• [Records for the exercise]
= Beginning of Section =
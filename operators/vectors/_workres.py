"""Reduced working resolution for vector work on large plates (private).

Vector fields are smooth almost everywhere; what needs the full pixel grid is where they change,
at object edges. On large plates (2K and up) ``vector-smooth`` and ``warp`` therefore do their
vector work (consistency, fill, smoothing; splatting) on a field reduced by 2 in each direction,
a quarter of the pixels, and bring the result back to the full size by means that put the edges
back on the full-size pixels: a joint bilateral enlargement guided by the full-size image
(``enlarge_joint``) for vectors that belong to an image, and a lookup of the full-size vectors
for the splatted in-between field (in ``warp``).

``work_step`` decides the factor: ``'full'`` is 1, ``'half'`` 2, ``'auto'`` 2 above
``AUTO_PIXELS`` (1.5 megapixels: HD and 2K plates and larger) and 1 below, so small plates and
the tests' known answers are untouched by it.

References
----------
.. [1] Kopf, J., Cohen, M.F., Lischinski, D. and Uyttendaele, M., "Joint bilateral upsampling",
   ACM Transactions on Graphics 26(3) (SIGGRAPH 2007).
"""

from __future__ import annotations

from typing import Literal

import cv2
import numpy as np

from graphcore.image import Image
from operators.vectors._grid import resize_field
from operators.vectors.channels import BWD, FWD

__all__ = ["AUTO_PIXELS", "Resolution", "work_step", "reduced_size", "shrink", "shrink_vectors", "shrink_image",
           "enlarge", "enlarge_vectors", "enlarge_joint"]

Resolution = Literal["auto", "full", "half"]

#: ``'auto'`` works at half resolution on plates with more pixels than this.
AUTO_PIXELS = 1_500_000
#: The reduced field keeps at least this many pixels on its shorter side.
_MIN_SIDE = 16
#: Colour scale of the joint enlargement's range weight, in perceptually encoded units (0..1).
JOINT_SIGMA = 0.05


def work_step(h: int, w: int, mode: Resolution) -> int:
    """The reduction factor (1 or 2) for an ``h`` x ``w`` field under ``mode``."""
    if mode not in ("auto", "full", "half"):
        raise ValueError(f"unknown working resolution {mode!r}; use 'auto', 'full' or 'half'")
    if mode == "full" or min(h, w) < 2 * _MIN_SIDE:
        return 1
    return 2 if mode == "half" or h * w > AUTO_PIXELS else 1


def reduced_size(h: int, w: int, step: int) -> tuple[int, int]:
    """``(rows, columns)`` of the reduced field (rounded up)."""
    return -(-h // step), -(-w // step)


def shrink(planes: np.ndarray, step: int) -> np.ndarray:
    """Area average of an (H, W) or (H, W, C) float array to the reduced size (float32)."""
    a = np.asarray(planes, np.float32)
    if step == 1:
        return a
    rh, rw = reduced_size(a.shape[0], a.shape[1], step)
    out = cv2.resize(a, (rw, rh), interpolation=cv2.INTER_AREA)
    return out.reshape((rh, rw) + a.shape[2:])


def shrink_vectors(vectors: np.ndarray, step: int) -> np.ndarray:
    """(H, W, 2) vectors in full-size pixels -> the reduced field, lengths in reduced pixels."""
    v = np.asarray(vectors, np.float32)
    return v if step == 1 else resize_field(v, *reduced_size(v.shape[0], v.shape[1], step), cv2.INTER_AREA)


def shrink_image(image: Image, step: int) -> Image:
    """An image of vectors (and anything else) at the reduced size, in one pass over its pixels:
    the x and y components of ``fwd`` and ``bwd`` rescaled to reduced pixels, other channels
    (confidence, occlusion as a fraction) averaged."""
    if step == 1:
        return image
    small = shrink(image.pixels, step)
    if small.ndim == 2:
        small = small[:, :, None]
    fx, fy = small.shape[1] / image.width, small.shape[0] / image.height
    for name in FWD + BWD:
        if name in image.channels:
            small[:, :, image.index(name)] *= np.float32(fx if name.endswith(".x") else fy)
    return Image(small, image.channels, dict(image.meta))


def enlarge(planes: np.ndarray, h: int, w: int, nearest: bool = False) -> np.ndarray:
    """Bilinear (or nearest) enlargement of an (h', w') or (h', w', C) array to ``h`` x ``w``."""
    a = np.asarray(planes)
    if a.shape[:2] == (h, w):
        return a
    out = cv2.resize(a, (w, h), interpolation=cv2.INTER_NEAREST if nearest else cv2.INTER_LINEAR)
    return out.reshape((h, w) + a.shape[2:])


def enlarge_vectors(vectors: np.ndarray, h: int, w: int) -> np.ndarray:
    """Bilinear enlargement of an (h', w', 2) field to ``h`` x ``w``, lengths rescaled."""
    return resize_field(vectors, h, w)


def _corners(n_full: int, n_small: int) -> tuple[np.ndarray, np.ndarray, np.ndarray]:
    """Per full-size coordinate: the two nearest reduced coordinates and the weight of the first
    (pixel centres aligned as ``cv2.resize`` aligns them)."""
    pos = (np.arange(n_full, dtype=np.float64) + 0.5) * (n_small / n_full) - 0.5
    lo = np.floor(pos)
    frac = pos - lo
    i0 = np.clip(lo, 0, n_small - 1).astype(np.intp)
    i1 = np.clip(lo + 1, 0, n_small - 1).astype(np.intp)
    return i0, i1, (1.0 - frac).astype(np.float32)


def enlarge_joint(planes: np.ndarray, guide_small: np.ndarray, guide: np.ndarray,
                  tolerance: tuple[float, ...], sigma: float = JOINT_SIGMA) -> np.ndarray:
    """Joint bilateral enlargement (Kopf et al. 2007) of reduced ``planes`` to the guide's size.

    Each full-size pixel takes the mean of the four nearest reduced samples, weighted by the
    bilinear weight times ``exp(-|g - g_k| / sigma)``, the likeness of the full-size guide ``g``
    at the pixel to the reduced guide ``g_k`` at the sample: across an image edge the samples of
    the other side drop out, so the enlarged field's edges sit on the full-size image's edges.
    Where the field is flat (every channel varies by less than its ``tolerance`` over the
    3 x 3 reduced samples around) the weights cannot matter and plain bilinear enlargement is
    used: the joint weights are computed only near the field's edges, a small part of a frame.

    Parameters
    ----------
    planes : ndarray, shape (h, w, C), float32
        The reduced field (vectors already in full-size pixel units where they are vectors).
    guide_small : ndarray, shape (h, w), float32
        The guide at the reduced size (area average of ``guide``).
    guide : ndarray, shape (H, W), float32
        The full-size guide (e.g. perceptually encoded luma).
    tolerance : tuple of float, one per channel
        Variation below which a channel counts as flat.
    sigma : float
        Range scale of the guide difference.

    Returns
    -------
    ndarray, shape (H, W, C), float32
    """
    p = np.ascontiguousarray(planes, np.float32)
    H, W = guide.shape
    sh, sw, c = p.shape
    out = cv2.resize(p, (W, H), interpolation=cv2.INTER_LINEAR).reshape(H, W, c)
    # where is the field not flat? (3 x 3 range per channel at the reduced size)
    kernel = np.ones((3, 3), np.uint8)
    busy = np.zeros((sh, sw), bool)
    for k in range(c):
        plane = np.ascontiguousarray(p[:, :, k])
        busy |= (cv2.dilate(plane, kernel) - cv2.erode(plane, kernel)) > tolerance[k]
    if not busy.any():
        return out
    mask = cv2.resize(busy.view(np.uint8), (W, H), interpolation=cv2.INTER_NEAREST)
    ys, xs = np.nonzero(mask)
    x0, x1, wx0 = _corners(W, sw)
    y0, y1, wy0 = _corners(H, sh)
    g = guide[ys, xs]
    inv = np.float32(-1.0 / sigma)
    num = np.zeros((ys.size, c), np.float32)
    den = np.zeros(ys.size, np.float32)
    for yy, wy in ((y0[ys], wy0[ys]), (y1[ys], 1.0 - wy0[ys])):
        for xx, wx in ((x0[xs], wx0[xs]), (x1[xs], 1.0 - wx0[xs])):
            bil = wy * wx
            wgt = np.exp(np.abs(g - guide_small[yy, xx]) * inv) * bil + np.float32(1e-6) * bil
            den += wgt
            num += p[yy, xx] * wgt[:, None]
    out[ys, xs] = num / den[:, None]
    return out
= End of Section =
Your answer should consist of copies of the lines above that include the string "than".

#: ``'auto'`` works at half resolution on plates with more pixels than this.
    Where the field is flat (every channel varies by less than its ``tolerance`` over the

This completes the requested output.